Starting out the New Year in proper form, a friend and I went to Fred's Texas Cafe in Ft Worth for the best on the earth cheeseburger and fries.  And, even Diners, Drive-ins and Dives has been there (They left their brand on the wall above the bar). Ok OK, it's a minor diversion from the story......

Afterwards, I go by the funeral home and wait.  And wait.  And wait some more and played games on my iPhone.  At first, they didn't want to give me the urn because the paperwork indicated all four of us had to be present to receive the remains.  I almost came unglued.  Boy, I tell you, in Texas, I'm surprised there are any cremations at all.  I finally got him though after proving who I was.  I'm the executor of his will as well, but I can't spell the female version.  So Dad is placed in a box with styrofoam peanuts, they take him out to the care, put the box in the back seat and off we go.

Now there is construction all over the place.  I can see 75 to the west about a mile away and decide to go home on 75 instead of the slower streets because I've been gone most of the day and I know the kitties are getting anxious.  I swear, I follow all the signs that say 75 and somehow, after a few curves and hills, I come out on 75 alright.  But in the HOV lane.

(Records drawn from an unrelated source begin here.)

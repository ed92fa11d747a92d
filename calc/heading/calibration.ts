/**
 * Calibration of an accelerometer-based spin-rate estimate: fit the radial reading against a
 * reference speed, a = r·ω² + b, to get the effective radius r (which absorbs the sensor's scale
 * error and tilt) and the offset b. Least squares with standard errors and Student-t intervals,
 * Theil–Sen with a distribution-free interval for the slope, a Huber M-fit, and spike flags from the
 * robust residuals. Also the small statistical functions these need (Student t and normal
 * quantiles) and a compact, versioned text form of the rows for a URL. SI in and out.
 */
import { CalcInputError, requireFinite, requireInRange, requireNonNegative, requirePositive } from "../core/errors.ts";
import { defineInputs } from "../core/inputs.ts";
import { fromSI, toSI } from "../core/units.ts";

// ---------------------------------------------------------------------------------------------
// Special functions.

/** Lanczos coefficients (g = 7, n = 9) for ln Γ; numerical-recipes-2007 §6.1 describes the method. */
const LANCZOS = [
  0.99999999999980993, 676.5203681218851, -1259.1392167224028, 771.32342877765313, -176.61502916214059, 12.507343278686905, -0.13857109526572012,
  9.9843695780195716e-6, 1.5056327351493116e-7,
];

/**
 * Natural logarithm of the gamma function for x > 0 (numerical-recipes-2007 §6.1, Lanczos
 * approximation).
 *
 * Formula: $\Gamma(x+1) \approx \sqrt{2\pi}\,(x + g + \tfrac12)^{x + 1/2} e^{-(x+g+1/2)} A_g(x)$, with reflection for x < ½
 *
 * @param x [-], greater than 0
 * @returns ln Γ(x) [-]
 *
 * Example: ln Γ(0.5) = ln √π = 0.5723649429; ln Γ(5) = ln 24 = 3.1780538303.
 * Sources: numerical-recipes-2007, abramowitz-stegun-1964.
 */
export function logGamma(x: number): number {
  requirePositive("x", x, "");
  if (x < 0.5) {
    // reflection Γ(x)Γ(1 − x) = π / sin(πx) (abramowitz-stegun-1964 6.1.17)
    return Math.log(Math.PI / Math.sin(Math.PI * x)) - logGamma(1 - x);
  }
  const z = x - 1;
  let sum = LANCZOS[0]!;
  for (let i = 1; i < LANCZOS.length; i++) sum += LANCZOS[i]! / (z + i);
  const t = z + 7.5;
  return 0.5 * Math.log(2 * Math.PI) + (z + 0.5) * Math.log(t) - t + Math.log(sum);
}

/** Continued fraction for the incomplete beta function, modified Lentz (numerical-recipes-2007 §6.4, betacf). */
function betaContinuedFraction(a: number, b: number, x: number): number {
  const tiny = 1e-300;
  const qab = a + b;
  const qap = a + 1;
  const qam = a - 1;
  let c = 1;
  let d = 1 - (qab * x) / qap;
  if (Math.abs(d) < tiny) d = tiny;
  d = 1 / d;
  let h = d;
  for (let m = 1; m <= 1000; m++) {
    const m2 = 2 * m;
    let aa = (m * (b - m) * x) / ((qam + m2) * (a + m2));
    d = 1 + aa * d;
    if (Math.abs(d) < tiny) d = tiny;
    c = 1 + aa / c;
    if (Math.abs(c) < tiny) c = tiny;
    d = 1 / d;
    h *= d * c;
    aa = (-(a + m) * (qab + m) * x) / ((a + m2) * (qap + m2));
    d = 1 + aa * d;
    if (Math.abs(d) < tiny) d = tiny;
    c = 1 + aa / c;
    if (Math.abs(c) < tiny) c = tiny;
    d = 1 / d;
    const del = d * c;
    h *= del;
    if (Math.abs(del - 1) < 1e-16) break;
  }
  return h;
}

/**
 * Regularised incomplete beta function I_x(a, b), with 1 − x passed separately so that x near 1
 * loses no digits (numerical-recipes-2007 §6.4; abramowitz-stegun-1964 §26.5).
 */
function incompleteBeta(x: number, oneMinusX: number, a: number, b: number): number {
  if (x <= 0) return 0;
  if (oneMinusX <= 0) return 1;
  const front = Math.exp(logGamma(a + b) - logGamma(a) - logGamma(b) + a * Math.log(x) + b * Math.log(oneMinusX));
  if (x < (a + 1) / (a + b + 2)) return (front * betaContinuedFraction(a, b, x)) / a;
  return 1 - (front * betaContinuedFraction(b, a, oneMinusX)) / b;
}

/**
 * Cumulative distribution of Student's t (abramowitz-stegun-1964 §26.7, via the incomplete beta
 * function of §26.5).
 *
 * Formula: $F(t) = 1 - \tfrac12 I_{\nu/(\nu+t^2)}(\nu/2, 1/2)$ for t ≥ 0, $F(-t) = 1 - F(t)$
 *
 * @param t [-], finite
 * @param degreesOfFreedom ν [-], greater than 0
 * @returns F(t) [-]
 *
 * Example: ν = 1 (Cauchy): F(1) = 0.75. Sources: abramowitz-stegun-1964, numerical-recipes-2007.
 */
export function studentTCdf({ t, degreesOfFreedom }: { t: number; degreesOfFreedom: number }): number {
  requireFinite("t", t, "");
  requirePositive("degreesOfFreedom", degreesOfFreedom, "");
  return studentTCdfUnchecked(t, degreesOfFreedom);
}

function studentTCdfUnchecked(t: number, nu: number): number {
  const t2 = t * t;
  // abramowitz-stegun-1964 26.7.1 in incomplete-beta form: two-tailed area = I_{ν/(ν+t²)}(ν/2, ½)
  const tail = 0.5 * incompleteBeta(nu / (nu + t2), t2 / (nu + t2), nu / 2, 0.5);
  return t >= 0 ? 1 - tail : tail;
}

/** Solves I_x(ν/2, ½) = target for x by bisection (I_x rises with x). */
function solveBetaForTail(target: number, nu: number): number {
  let lo = 0;
  let hi = 1;
  for (let i = 0; i < 400; i++) {
    const mid = lo + (hi - lo) / 2;
    if (mid === lo || mid === hi) break;
    if (incompleteBeta(mid, 1 - mid, nu / 2, 0.5) < target) lo = mid;
    else hi = mid;
  }
  return lo + (hi - lo) / 2;
}

/**
 * Quantile of Student's t: the t with F(t) = p (abramowitz-stegun-1964 §26.7; inverted by
 * bisection on the incomplete beta function, numerical-recipes-2007 §6.4).
 *
 * Formula: $t_p$ such that $\tfrac12 I_{\nu/(\nu+t_p^2)}(\nu/2, 1/2) = 1 - p$ for p > ½
 *
 * @param probability p [-], 0 < p < 1
 * @param degreesOfFreedom ν [-], greater than 0
 * @returns t_p [-]
 *
 * Assumptions: accurate to about 1e-10 relative. Example: p = 0.975, ν = 1: tan(0.475π) = 12.7062;
 * ν = 2: 4.3027. Sources: abramowitz-stegun-1964, numerical-recipes-2007.
 */
export function studentTQuantile({ probability, degreesOfFreedom }: { probability: number; degreesOfFreedom: number }): number {
  requireInRange("probability", probability, "", { min: 0, max: 1, minOpen: true, maxOpen: true });
  requirePositive("degreesOfFreedom", degreesOfFreedom, "");
  if (probability === 0.5) return 0;
  const upper = probability > 0.5;
  const tailArea = upper ? 1 - probability : probability;
  const x = solveBetaForTail(2 * tailArea, degreesOfFreedom);
  const t = Math.sqrt((degreesOfFreedom * (1 - x)) / x);
  return upper ? t : -t;
}

/** Complementary error function from the incomplete gamma function Q(½, x²) (numerical-recipes-2007 §6.2). */
function erfcPositive(x: number): number {
  if (x === 0) return 1;
  const a = 0.5;
  const z = x * x;
  const logFront = -z + a * Math.log(z) - 0.5 * Math.log(Math.PI); // ln Γ(½) = ln √π exactly
  if (z < a + 1) {
    // series for P(a, z); erfc = 1 − P
    let ap = a;
    let del = 1 / a;
    let sum = del;
    for (let n = 0; n < 1000; n++) {
      ap += 1;
      del *= z / ap;
      sum += del;
      if (Math.abs(del) < Math.abs(sum) * 1e-17) break;
    }
    return 1 - sum * Math.exp(logFront);
  }
  // continued fraction for Q(a, z), modified Lentz
  const tiny = 1e-300;
  let b = z + 1 - a;
  let c = 1 / tiny;
  let d = 1 / b;
  let h = d;
  for (let i = 1; i < 1000; i++) {
    const an = -i * (i - a);
    b += 2;
    d = an * d + b;
    if (Math.abs(d) < tiny) d = tiny;
    c = b + an / c;
    if (Math.abs(c) < tiny) c = tiny;
    d = 1 / d;
    const del = d * c;
    h *= del;
    if (Math.abs(del - 1) < 1e-16) break;
  }
  return Math.exp(logFront) * h;
}

/**
 * Standard normal cumulative distribution (abramowitz-stegun-1964 §26.2; erfc from the incomplete
 * gamma function, numerical-recipes-2007 §6.2).
 *
 * Formula: $\Phi(z) = \tfrac12\,\mathrm{erfc}(-z/\sqrt2)$
 *
 * @param z [-], finite
 * @returns Φ(z) [-]
 *
 * Example: Φ(1.959964) = 0.975. Sources: abramowitz-stegun-1964, numerical-recipes-2007.
 */
export function normalCdf({ z }: { z: number }): number {
  requireFinite("z", z, "");
  const e = 0.5 * erfcPositive(Math.abs(z) / Math.SQRT2);
  return z >= 0 ? 1 - e : e;
}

Now these HOV lanes are the kind with the concrete barrier on the left and the wobbly cane things on the right (spaced about 6" apart).  Ok.  Fine.  So this lane is suffering from lack of cleaning and many of the cane things are in the middle of the lane - not like you go anywhere but straight.  which I did at the speed limit knowing that if someone came up behind me, they'd be honking because most go closer to 80 in the HOV lane on 75.

Now, after destressing from finding I'm on the HOV lane - thank heavens it was a holiday- I realize I will be stopped because there's only me in the car.  So now I'm really stressing out.  Then out of nowhere, the weight lifted off my shoulders and I realized when asked why I was in the HOV lane by myself, I would be able to say without lying "but my Dad is in the back seat".

I then started giggling and giggled all the way home.

Oh, in case you think this is too gross, well, it is life.  And Dad would be laughing right along us.

We will have a grave-side service later when it is warm.  Yes, that is prolonging the death period but Dad and I both hate being cold.